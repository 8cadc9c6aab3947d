//! The pipeline file: TOML → plain validated values → a resolved plan in SI.
//!
//! Owns: reading the pipeline file, rejecting unknown keys and wrong types
//! with the key and its line, resolving paths against the pipeline file's
//! folder, and resolving every section into the parameters the stages take.
//! Stages never see the TOML; they get `RunPlan`.
//!
//! Each section has its own file (`input`, `validation`, `derivatives`,
//! `statistics`, `report`) with its raw struct and its `resolve`.

pub mod derivatives;
pub mod input;
pub mod modes;
pub mod report;
pub mod statistics;
pub mod validation;

use std::path::{Path, PathBuf};

use serde::{Deserialize, Serialize};

use crate::error::{Error, Result, WithPath};
use crate::io::InputSpec;
use crate::stencil::smooth::Smoother;
use crate::{derive, fill, plot, stats, validate};

/// The pipeline file as written.
#[derive(Debug, Clone, Default, Deserialize, Serialize)]
#[serde(deny_unknown_fields)]
pub struct RawPipeline {
    pub campaign: RawCampaign,
    #[serde(default)]
    pub input: input::RawInput,
    #[serde(default)]
    pub validation: validation::RawValidation,
    #[serde(default)]
    pub fill: validation::RawFill,
    #[serde(default)]
    pub smoothing: validation::RawSmoothing,
    #[serde(default)]
    pub derivatives: derivatives::RawDerivatives,
    #[serde(default)]
    pub uncertainty: derivatives::RawUncertainty,
    #[serde(default)]
    pub statistics: statistics::RawStatistics,
    #[serde(default)]
    pub phase: statistics::RawPhase,
    #[serde(default)]
    pub modes: modes::RawModes,
    #[serde(default)]
    pub output: RawOutput,
    #[serde(default)]
    pub figures: report::RawFigures,
    #[serde(default)]
    pub compare: Vec<report::RawCompare>,
    #[serde(default)]
    pub run: Vec<RawRun>,
}

#[derive(Debug, Clone, Default, Deserialize, Serialize)]
#[serde(deny_unknown_fields)]
pub struct RawCampaign {
    pub name: String,
    /// Free text for the report.
    pub description: Option<String>,
}

#[derive(Debug, Clone, Default, Deserialize, Serialize)]
#[serde(deny_unknown_fields)]
pub struct RawOutput {
    /// Also write every frame's filled field (costs one file per frame).
    pub frame_fields: Option<bool>,
    /// Write figures (default true).
    pub figures: Option<bool>,
}

#[derive(Debug, Clone, Default, Deserialize, Serialize)]
#[serde(deny_unknown_fields)]
pub struct RawRun {
    pub id: String,
    pub frames: String,
    pub frame_table: Option<String>,
    pub input: Option<input::RawInput>,
    pub conditions: Option<report::RawConditions>,
    /// Free text for the report.
    pub description: Option<String>,
}

/// What a section's resolution may depend on, for one run.
#[derive(Debug, Clone)]
pub struct ResolveCtx {
    /// The folder of the pipeline file (relative paths resolve against it).
    pub base_dir: PathBuf,
    /// (m/s) per unit of the input velocity.
    pub velocity_scale: f64,
    /// (m/s) per pixel of displacement, when the calibration is known.
    pub px_velocity: Option<f64>,
    /// Metres per unit of the input coordinates.
    pub length_scale: f64,
}

/// Everything one run needs, resolved.
#[derive(Debug, Clone)]
pub struct RunPlan {
    pub id: String,
    /// The frames pattern, made absolute.
    pub frames: String,
    pub frame_table: Option<PathBuf>,
    pub input: InputSpec,
    pub px_velocity: Option<f64>,
    pub validation: validate::Params,
    pub fill: fill::Params,
    pub derive: derive::Params,
    pub stats: stats::Params,
    pub plot: plot::Params,
    /// `[modes]`: POD and phase from the flow.
    pub modes: crate::modes::Params,
    pub conditions: report::Conditions,
    pub description: Option<String>,
}

/// The resolved pipeline.
#[derive(Debug, Clone)]
pub struct Plan {
    pub path: PathBuf,
    pub base_dir: PathBuf,
    pub campaign: String,
    pub description: Option<String>,
    pub runs: Vec<RunPlan>,
    pub frame_fields: bool,
    pub figures: bool,
    pub compare: Vec<report::ComparePlan>,
    /// The pipeline as read, for the manifest.
    pub raw: RawPipeline,
    pub text: String,
}

impl Plan {
    /// Reads and resolves a pipeline file.
    pub fn load(path: &Path) -> Result<Plan> {
        let text = std::fs::read_to_string(path).with_path(path)?;
        Plan::from_str(&text, path)
    }

    /// Resolves pipeline text as if read from `path`.
    pub fn from_str(text: &str, path: &Path) -> Result<Plan> {
        let raw: RawPipeline = toml::from_str(text).map_err(|e| toml_error(text, path, e))?;
        let base_dir = path
            .parent()
            .map(|p| {
                if p.as_os_str().is_empty() {
                    Path::new(".")
                } else {
                    p
                }
            })
            .unwrap_or(Path::new("."))
            .to_path_buf();
        Plan::resolve(raw, text.to_string(), path, &base_dir).with_path(path)
    }

    fn resolve(raw: RawPipeline, text: String, path: &Path, base_dir: &Path) -> Result<Plan> {
        if raw.campaign.name.trim().is_empty() {
            return Err(Error::usage("[campaign] name must not be empty"));
        }
        if raw.run.is_empty() {
            return Err(Error::usage(
                "the pipeline has no [[run]]; add at least one with id and frames",
            ));
        }
        let mut runs: Vec<RunPlan> = Vec::with_capacity(raw.run.len());
        for r in &raw.run {
            if r.id.is_empty() || r.id.contains(['/', '\\']) || r.id.starts_with('.') {
                return Err(Error::usage(format!(
                    "[[run]] id = '{}' must be a plain folder name (no slashes, not starting with '.')",
                    r.id
                )));
            }
            if runs.iter().any(|p| p.id == r.id) {
                return Err(Error::usage(format!(
                    "[[run]] id = '{}' appears twice",
                    r.id
                )));
            }
            let what = format!("run '{}'", r.id);
            let raw_input = match &r.input {
                Some(o) => raw.input.overridden_by(o),
                None => raw.input.clone(),
            };
            let spec = raw_input.resolve(&what)?;
            let ctx = ResolveCtx {
                base_dir: base_dir.to_path_buf(),
                velocity_scale: spec.velocity_scale,
                px_velocity: raw_input.px_velocity(),
                length_scale: spec.length_scale,
            };
            let smoother: Smoother = validation::resolve_smoothing(&raw.smoothing, &ctx)?;
            runs.push(RunPlan {
                id: r.id.clone(),
                frames: resolve_path(base_dir, &r.frames)
                    .to_string_lossy()
                    .into_owned(),
                frame_table: r.frame_table.as_ref().map(|t| resolve_path(base_dir, t)),
                px_velocity: ctx.px_velocity,
                validation: validation::resolve_validation(&raw.validation, &ctx)?,
                fill: validation::resolve_fill(&raw.fill, &ctx)?,
                derive: derivatives::resolve_derive(
                    &raw.derivatives,
                    &raw.uncertainty,
                    smoother,
                    &ctx,
                )?,
                stats: statistics::resolve_stats(&raw.statistics, &raw.phase, &ctx)?,
                plot: report::resolve_figures(&raw.figures, &ctx)?,
                modes: modes::resolve_modes(&raw.modes)?,
                conditions: report::resolve_conditions(
                    &r.conditions.clone().unwrap_or_default(),
                    &ctx,
                )?,
                description: r.description.clone(),
                input: spec,
            });
        }
        Ok(Plan {
            path: path.to_path_buf(),
            base_dir: base_dir.to_path_buf(),
            campaign: raw.campaign.name.clone(),
            description: raw.campaign.description.clone(),
            frame_fields: raw.output.frame_fields.unwrap_or(false),
            figures: raw.output.figures.unwrap_or(true),
            compare: report::resolve_compare(
                &raw.compare,
                &runs.iter().map(|r| r.id.clone()).collect::<Vec<_>>(),
            )?,
            runs,
            raw,
            text,
        })
    }

    /// The runs named in `ids` (all when empty); error naming an unknown id.
    pub fn select_runs(&self, ids: &[String]) -> Result<Vec<&RunPlan>> {
        if ids.is_empty() {
            return Ok(self.runs.iter().collect());
        }
        ids.iter()
            .map(|id| {
                self.runs.iter().find(|r| &r.id == id).ok_or_else(|| {
                    let known: Vec<&str> = self.runs.iter().map(|r| r.id.as_str()).collect();
                    Error::usage(format!(
                        "--runs names '{id}', which is not a run of the pipeline ({})",
                        known.join(", ")
                    ))
                })
            })
            .collect()
    }
}

/// `p` if absolute, else `base/p`.
pub fn resolve_path(base: &Path, p: &str) -> PathBuf {
    let pb = PathBuf::from(p);
    if pb.is_absolute() {
        pb
    } else {
        base.join(pb)
    }
}

/// A TOML error as a usage error naming the line of the offending key.
fn toml_error(text: &str, path: &Path, e: toml::de::Error) -> Error {
    let line = e
        .span()
        .map(|s| text[..s.start.min(text.len())].matches('\n').count() + 1);
    // toml's message starts with its own location block; keep the plain sentence.
    let msg = e.message().trim().to_string();
    let mut err = Error::usage(msg).with_path(path);
    if let Some(l) = line {
        err = err.with_line(l);
    }
    err
}

#[cfg(test)]
mod tests {
    use super::*;

    const MIN: &str = r#"
[campaign]
name = "t"

[[run]]
id = "a"
frames = "data/*.csv"
"#;

    #[test]
    fn relative_paths_resolve_against_the_pipeline_folder() {
        let p = Plan::from_str(MIN, Path::new("/lab/pipelines/x.toml")).unwrap();
        assert_eq!(p.runs[0].frames, "/lab/pipelines/data/*.csv");
    }

    #[test]
    fn unknown_key_is_a_usage_error_naming_key_and_line() {
        let text = format!("{MIN}\n[input]\nformatt = \"csv\"\n");
        let e = Plan::from_str(&text, Path::new("p.toml")).unwrap_err();
        assert_eq!(e.exit_code(), 2);
        assert!(e.message.contains("formatt"), "{e}");
        assert_eq!(e.line, Some(10), "{e}");
        assert!(e.to_string().starts_with("p.toml:10"), "{e}");
    }

    #[test]
    fn wrong_type_is_a_usage_error() {
        let text = MIN.replace("name = \"t\"", "name = 3");
        let e = Plan::from_str(&text, Path::new("p.toml")).unwrap_err();
        assert_eq!(e.exit_code(), 2);
        assert_eq!(e.line, Some(3), "{e}");
    }
}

________________________

WHAT THE EXERCISE ASKS
In the data above, find the line that contains "self.runs.iter().find(|r| &r.id == id).ok_or_else(||" and the line that contains "the offending key.". Repeat exactly those lines and every line between them, and only those.

YOUR RESPONSE
                self.runs.iter().find(|r| &r.id == id).ok_or_else(|| {
                    let known: Vec<&str> = self.runs.iter().map(|r| r.id.as_str()).collect();
                    Error::usage(format!(
                        "--runs names '{id}', which is not a run of the pipeline ({})",
                        known.join(", ")
                    ))
                })
            })
            .collect()
    }
}

/// `p` if absolute, else `base/p`.
pub fn resolve_path(base: &Path, p: &str) -> PathBuf {
    let pb = PathBuf::from(p);
    if pb.is_absolute() {
        pb
    } else {
        base.join(pb)
    }
}

/// A TOML error as a usage error naming the line of the offending key.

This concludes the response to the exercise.